O juiz Luiz Bessa Neto, titular da Vara de Execução Penal e Corregedoria de Presídios da Comarca de Fortaleza, determinou que, enquanto durar a greve dos policiais civis do Ceará, as Casas de Privação Provisória de Liberdade (CPPLs) podem receber excesso prisional de até 20%. A determinação foi assinada na última sexta-feira (6).

Segundo o magistrado, a decisão permite que as unidades recebam mais 400 detentos que estão nas delegacias em todo o Estado. A transferência começou a ser feita nesse fim de semana.

Caráter emergencial
O juiz afirma que a medida, de caráter emergencial, foi tomada após o governador Cid Gomes ter manifestado preocupação com o número de encarcerados nas delegacias, principalmente na Região Metropolitana de Fortaleza. “A responsabilidade político-social não é exclusiva do Poder Executivo, devendo os poderes constituídos contribuírem para a minimização das tensões sociais, guardadas as competências de cada qual”.

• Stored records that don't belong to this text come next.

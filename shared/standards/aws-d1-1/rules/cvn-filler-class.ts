/** Table 6.7: any other filler classification; a filler without one can't be told apart from others. */
import { namedRule } from '../../common/rule-kinds.ts'
import { classification } from '../fillers.ts'
import { meta } from '../meta.ts'

export const cvnFillerClass = namedRule({
  meta: meta('cvn_filler_class'),
  field: 'filler.classification',
  at: 'block',
  label: 'filler classification',
  applies: (context) => context.block?.filler.added !== false,
  asked(context) {
    const value = context.block && classification(context.block.filler)
    return value ? [value] : null
  },
  tested: (_context, side) => (side.block?.filler.added === false ? 'no filler' : side.block ? classification(side.block.filler) : null),
  because: 'With CVN any other classification counts, and an unclassified filler is only itself.',
})

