/** Records for tests of AWS D1.1: every variable stated, so that a test changes only what it is about. */
import type { AssessedCoupon, Assessment, Finding, NumericRange } from '@shared/schemas/assessment.ts'
import { couponContentSchema, procedureContentSchema, type CouponContent, type Position, type ProcedureContent, type Process, type ProcessBlock, type WeldingVariables } from '@shared/schemas/welding.ts'
import type { Route } from '@shared/schemas/common.ts'
import { assess } from '@shared/assessment/assess.ts'
import { interval, quantity } from '@shared/units/convert.ts'
import type { UnitSystem } from '@shared/units/types.ts'

export type Arc = Exclude<Process, 'OTHER' | 'PAW'>

const FILLERS: Record<Arc, { classification: string; specification: string; productForm: ProcessBlock['filler']['productForm']; mm: number; inch: number }> = {
  SMAW: { classification: 'E7018', specification: 'AWS A5.1', productForm: 'covered-electrode', mm: 3.2, inch: 0.125 },
  SAW: { classification: 'EM12K', specification: 'AWS A5.17', productForm: 'solid', mm: 3.2, inch: 0.125 },
  GMAW: { classification: 'ER70S-6', specification: 'AWS A5.18', productForm: 'solid', mm: 1.2, inch: 0.045 },
  FCAW: { classification: 'E71T-1C', specification: 'AWS A5.20', productForm: 'flux-cored', mm: 1.2, inch: 0.045 },
  GTAW: { classification: 'ER70S-2', specification: 'AWS A5.18', productForm: 'solid', mm: 2.4, inch: 0.09375 },
}

const unit = (system: UnitSystem): string => (system === 'SI' ? 'mm' : 'in')

/** A block with single settings, so that percentages have one PQR value. */
export function block(process: Arc, system: UnitSystem, positions: readonly Position[] = ['1G'], deposit = system === 'SI' ? 20 : 0.75): unknown {
  const filler = FILLERS[process]
  const gas = process === 'GMAW' || process === 'FCAW' || process === 'GTAW'
  const components = process === 'GTAW' ? [{ gas: 'Ar', percent: 100 }] : [{ gas: 'Ar', percent: 75 }, { gas: 'CO2', percent: 25 }]
  return {
    id: process,
    process,
    mechanisation: process === 'SAW' ? 'machine' : process === 'SMAW' || process === 'GTAW' ? 'manual' : 'semiautomatic',
    depositThickness: interval(deposit, undefined, 'length', unit(system)),
    maxPassThickness: quantity(system === 'SI' ? 3 : 0.125, 'length', unit(system)),
    filler: { classification: filler.classification, specification: filler.specification, productForm: filler.productForm, added: true, tradeName: 'Larkfield Trial Wire', diameters: [quantity(system === 'SI' ? filler.mm : filler.inch, 'length', unit(system))], supplemental: false, supplementalAlloyElement: false, fluxClassification: process === 'SAW' ? 'F7A2-EM12K' : null, fluxTradeName: process === 'SAW' ? 'Larkfield Trial Flux' : null, fluxType: process === 'SAW' ? 'neutral' : null, fluxIsRecrushedSlag: process === 'SAW' ? false : null },
    positions: [...positions],
    progression: 'up',
    shieldingGas: gas ? { components, flow: interval(20, undefined, 'gasFlow') } : null,
    electrical: {
      currentType: process === 'GTAW' ? 'DCEN' : 'DCEP', transferMode: process === 'GMAW' ? 'spray' : null, pulsed: false, waveformControlled: false, powerSource: process === 'GMAW' || process === 'FCAW' ? 'constant-voltage' : null,
      current: interval(200, undefined, 'current'), makerCurrent: interval(150, 250, 'current'), voltage: interval(27, undefined, 'voltage'), wireFeed: process === 'SMAW' || process === 'GTAW' ? null : interval(8, undefined, 'wireFeed'), travelSpeed: interval(300, undefined, 'travelSpeed'), heatInput: interval(null, 1.5, 'heatInput'), heatInputMethod: 'meter',
    },
    technique: { bead: 'stringer', oscillation: 'none', initialCleaning: 'grinding', interpassCleaning: 'brushing', passesPerSide: 'multiple', electrodes: 'single', electrodeCount: 1, travelAngle: quantity(5, 'angle'), normalAngle: quantity(0, 'angle'), hotWire: false, peening: 'none' },
  }
}

export interface Given {
  system?: UnitSystem
  thickness?: number | readonly [number, number]
  processes?: readonly Arc[]
  positions?: readonly Position[]
  toughness?: boolean | null
  steel?: readonly [string, string | null]
  change?: (variables: WeldingVariables) => void
}

function variables(given: Given): unknown {
  const system = given.system ?? 'SI'
  const thickness = given.thickness ?? (system === 'SI' ? 20 : 0.75)
  const [min, max] = typeof thickness === 'number' ? [thickness, thickness] : thickness
  const [specification, grade] = given.steel ?? ['ASTM A572', '50']
  const metal = { specification, grade, minTensile: quantity(450, 'stress'), minYield: quantity(345, 'stress') }
  return {
    standards: [{ standard: 'aws-d1-1', edition: '2020' }],
    unitSystem: system,
    toughnessRequired: given.toughness === undefined ? false : given.toughness,
    product: 'plate',
    joint: { weld: 'groove', type: 'butt', groove: 'single-v', penetration: 'full', includedAngle: interval(45, undefined, 'angle'), rootOpening: interval(system === 'SI' ? 6 : 0.25, undefined, 'length', unit(system)), rootFace: interval(0, undefined, 'length', unit(system)), backing: 'metal', backGouging: 'none' },
    baseMetals: { a: metal, b: metal },
    thickness: interval(min, max, 'length', unit(system)),
    preheat: { minimum: quantity(20, 'temperature'), interpassMaximum: quantity(200, 'temperature') },
    pwht: { condition: 'none' },
    processes: (given.processes ?? ['SMAW']).map((process) => block(process, system, given.positions, min)),
  }
}

export function procedure(given: Given = {}): ProcedureContent {
  const content = procedureContentSchema.parse({ title: 'Trial procedure', variables: variables(given) })
  given.change?.(content.variables)
  return content
}

export interface GivenCoupon extends Given {
  number?: string
  certified?: boolean
  content?: (content: CouponContent) => void
}

export const tension = (id: string, strength: number): CouponContent['tension'][number] => ({ id, specimen: id, kind: 'reduced-section', width: quantity(20, 'length'), thickness: quantity(20, 'length'), diameter: null, load: quantity((strength * 400) / 1000, 'force'), reportedStrength: null, fracture: 'base-metal', fractureType: 'ductile' })
export const bend = (id: string, kind: CouponContent['bends'][number]['kind'] = 'side', openings: readonly { size: number; unit?: string; corner?: boolean; flaw?: boolean | null }[] = []): CouponContent['bends'][number] => ({
  id, specimen: id, kind, thickness: quantity(10, 'length'), formerDiameter: quantity(38, 'length'), angle: quantity(180, 'angle'), inspected: true, broke: false,
  openings: openings.map(({ size, unit: of = 'mm', corner = false, flaw = null }) => ({ size: quantity(size, 'length', of), corner, fromInternalFlaw: flaw })),
})

export const visual = (change: Partial<NonNullable<CouponContent['visual']>> = {}): NonNullable<CouponContent['visual']> => ({ cracks: false, cratersFull: true, rootSound: true, profileAccepted: true, reinforcement: quantity(2, 'length'), undercut: quantity(0.5, 'length'), rootConcavity: null, meltThrough: null, weldThickness: null, ...change })

export function coupon(given: GivenCoupon = {}): AssessedCoupon {
  const content = couponContentSchema.parse({ title: 'Trial coupon', variables: variables(given) })
  given.change?.(content.variables)
  content.tension = [tension('T1', 500), tension('T2', 510)]
  content.bends = ['B1', 'B2', 'B3', 'B4'].map((id) => bend(id))
  content.visual = visual()
  content.ndt = [{ id: 'n1', method: 'RT', wholeLength: true, accepted: true, reportNumber: 'R-2', note: null }]
  if (given.toughness === true) content.toughness = [{ id: 'c1', place: 'weld', temperature: quantity(-20, 'temperature'), size: '10 x 10', values: [quantity(60, 'energy'), quantity(70, 'energy'), quantity(65, 'energy')], lateralExpansion: [] }]
  Object.assign(content, { weldedOn: '2026-03-02', welder: 'A. Welder', laboratory: 'Trial laboratory', reportNumber: 'R-1', testedOn: '2026-03-09' })
  given.content?.(content)
  const number = given.number ?? 'PQR-001'
  return { id: number, number, certified: given.certified ?? true, content }
}

export const first = (variables: WeldingVariables): ProcessBlock => variables.processes[0]!

export const judge = (wps: ProcedureContent, coupons: readonly AssessedCoupon[], edition = '2020', route: Route = 'test'): Assessment => assess({ procedure: wps, coupons, standard: 'aws-d1-1', edition, level: null, route })

/** A procedure and a coupon alike but for what each changes. */
export const pair = (given: Given, tested: (variables: WeldingVariables) => void, asked: (variables: WeldingVariables) => void, edition = '2020'): Assessment => judge(procedure({ ...given, change: asked }), [coupon({ ...given, change: tested })], edition)

/** The finding of one rule, of one process where several are judged. */
export function finding(assessment: Assessment, rule: string, processId?: string): Finding {
  const found = assessment.findings.find((one) => (one.ruleId === `aws-d1-1/${rule}` || one.ruleId === `assessment/${rule}`) && (processId === undefined || one.processId === processId))
  if (!found) throw new Error(`no finding of ${rule}; there are ${assessment.findings.map((one) => one.ruleId).join(', ')}`)
  return found
}

export const problems = (assessment: Assessment): string[] => assessment.findings.filter((one) => one.verdict !== 'within' && (one.class === 'essential' || one.class === 'supplementary')).map((one) => `${one.ruleId}: ${one.verdict}: ${one.sentence}`)

/** Ends of a range of one certain segment; null = unlimited. */
export function ends(range: unknown): { min: number | null; max: number | null } {
  const numeric = range as NumericRange
  const segment = numeric.segments[0]
  if (numeric.type !== 'numeric' || numeric.segments.length !== 1 || !segment) throw new Error(`not one segment: ${JSON.stringify(range)}`)
  return { min: 'value' in segment.lower ? segment.lower.value : null, max: 'value' in segment.upper ? segment.upper.value : null }
}
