/** Row 33: a smaller groove angle than tested, beyond the tolerance. */
import type { Interval } from '../../../schemas/common.ts'
import type { WeldingVariables } from '../../../schemas/welding.ts'
import { grooveAngleOf } from '../groove-angle.ts'
import { grooveMeasure, isNotSquare } from '../groove-measure.ts'

/** Fit-up tolerance of the joint figures. */
const TOLERANCE = 5
const isFlare = ({ joint }: WeldingVariables): boolean => joint.groove === 'flare-bevel' || joint.groove === 'flare-v'

export const grooveAngle = grooveMeasure({
  variable: 'groove_angle', field: 'joint.includedAngle', label: 'groove angle', dimension: 'angle', may: 'fall',
  value: ({ joint }): Interval | null => grooveAngleOf(joint),
  room: () => TOLERANCE,
  arises: (variables) => isNotSquare(variables) && !isFlare(variables),
})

O magistrado ressalta que, após o término da paralisação, deverá ser restabelecido o documento que determina que não seja ultrapassada a capacidade das CPPLs e fixa a lotação máxima compatível com a estrutura e a finalidade das unidades.

Greve e reivindicações
Os policiais civis do Ceará estão em greve desde a última terça-feira (3), após assembleia geral da categoria. A principal reivindicação deles é reajuste salarial. Os policiais querem ganhar equivalente a 60% do vencimento de um delegado. Além disso, querem a não punição aos que participaram da greve desde julho de 2011, pagamento de horas extras, dentre outros.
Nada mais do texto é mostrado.